Here are three questions you might ask an AI assistant to deepen your understanding of these concepts:

  • Can you walk me through an intuitive explanation of why the tangency portfolio is the same for all investors regardless of their risk aversion? What assumptions are required for this result to hold?
  • How would the tangency portfolio weights change if one asset’s correlation with the others suddenly increased? Can you give me a numerical example showing this effect?
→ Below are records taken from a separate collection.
import { type LengthUnit, lengthUnits, unitLabels } from '@ellwand/shared/units/format-length';
import { useFormContext, useWatch } from 'react-hook-form';
import { NeverPublic, Fieldset } from '../../../components/ui/fieldset.js';
import { Select, TextArea } from '../../../components/ui/field.js';
import { inUnit, type TypedSheet } from '../model/typed-sheet.js';
import { useBox } from './boxes.js';

/** In which unit bare figures are typed. Changing it spells out the unit of what stands there already. */
export function UnitChoice() {
  const { control, getValues, reset } = useFormContext<TypedSheet>();
  const unit = useWatch({ control, name: 'unit' });
  const change = (next: LengthUnit) =>
    reset(inUnit(getValues(), next), { keepDefaultValues: true, keepErrors: true, keepSubmitCount: true });
  return (
    <div className="max-w-60">
      <Select
        id="unit"
        label="Figures are typed in"
        hint="A unit typed out wins: 24 3/8 in."
        value={unit}
        onChange={({ target }) =>
          change(lengthUnits.find((each) => each === target.value) ?? getValues('unit'))
        }
      >
        {lengthUnits.map((each) => (
          <option key={each} value={each}>
            {unitLabels[each]}
          </option>
        ))}
      </Select>
    </div>
  );
}

export function NoteFields() {
  return (
    <Fieldset legend="Notes">
      <TextArea optional label="Note on the cut" hint="For makers and the public." {...useBox('note')} />
      <TextArea
        optional
        label="Inner note"
        remark={<NeverPublic />}
        hint="Doubts, and what to look at again."
        {...useBox('innerNote')}
      />
    </Fieldset>
  );
}
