import net from 'node:net';

/**
 * `through`: every byte passes. `down`: nobody answers. `lose-answer`: what is sent arrives and is worked on, but the
 * connection breaks before the first byte of the answer has come back.
 */
export type Weather = 'through' | 'down' | 'lose-answer';

/** A network that breaks on command, between the browser and the house. Loopback only. */
export class BreakingProxy {
  weather: Weather = 'through';
  /** How many answers were lost on their way. */
  lost = 0;
  private readonly sockets = new Set<net.Socket>();
  private readonly server: net.Server;

  private constructor(private readonly target: () => number) {
    this.server = net.createServer((client) => this.join(client));
  }

  static async open(port: number, target: () => number): Promise<BreakingProxy> {
    const proxy = new BreakingProxy(target);
    await new Promise<void>((resolve, reject) => {
      proxy.server.once('error', reject);
      proxy.server.listen(port, '127.0.0.1', resolve);
    });
    return proxy;
  }

  /** From now on; connections that are open break off. */
  turn(weather: Weather): void {
    this.weather = weather;
    this.breakAll();
  }

  async close(): Promise<void> {
    this.breakAll();
    await new Promise<void>((resolve) => this.server.close(() => resolve()));
  }

  private breakAll(): void {
    for (const socket of this.sockets) socket.destroy();
  }

  private join(client: net.Socket): void {
    if (this.weather === 'down') {
      client.destroy();
      return;
    }
    const house = net.connect(this.target(), '127.0.0.1');
    for (const socket of [client, house]) this.keep(socket);
    client.on('data', (bytes) => void house.write(bytes));
    house.on('data', (bytes) => {
      if (this.weather !== 'lose-answer') {
        client.write(bytes);
        return;
      }
      this.lost += 1;
      client.destroy();
      house.destroy();
    });
    client.on('close', () => house.destroy());
    house.on('close', () => client.destroy());
  }

  private keep(socket: net.Socket): void {
    this.sockets.add(socket);
    // A broken connection is what this is for.
    socket.on('error', () => undefined);
    socket.on('close', () => this.sockets.delete(socket));
  }
}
  • In practice, we estimate expected returns and covariances from historical data, which introduces estimation error. How sensitive is the tangency portfolio to errors in these inputs, and what techniques do practitioners use to make portfolio optimization more robust?
  • What happens to the tangency portfolio formula if one of the assets is the risk-free asset? Can you show mathematically why this creates a problem and how it relates to the Capital Market Line?
  • How does the number of assets in a portfolio affect the benefits of diversification? Is there a point of diminishing returns, and if so, why?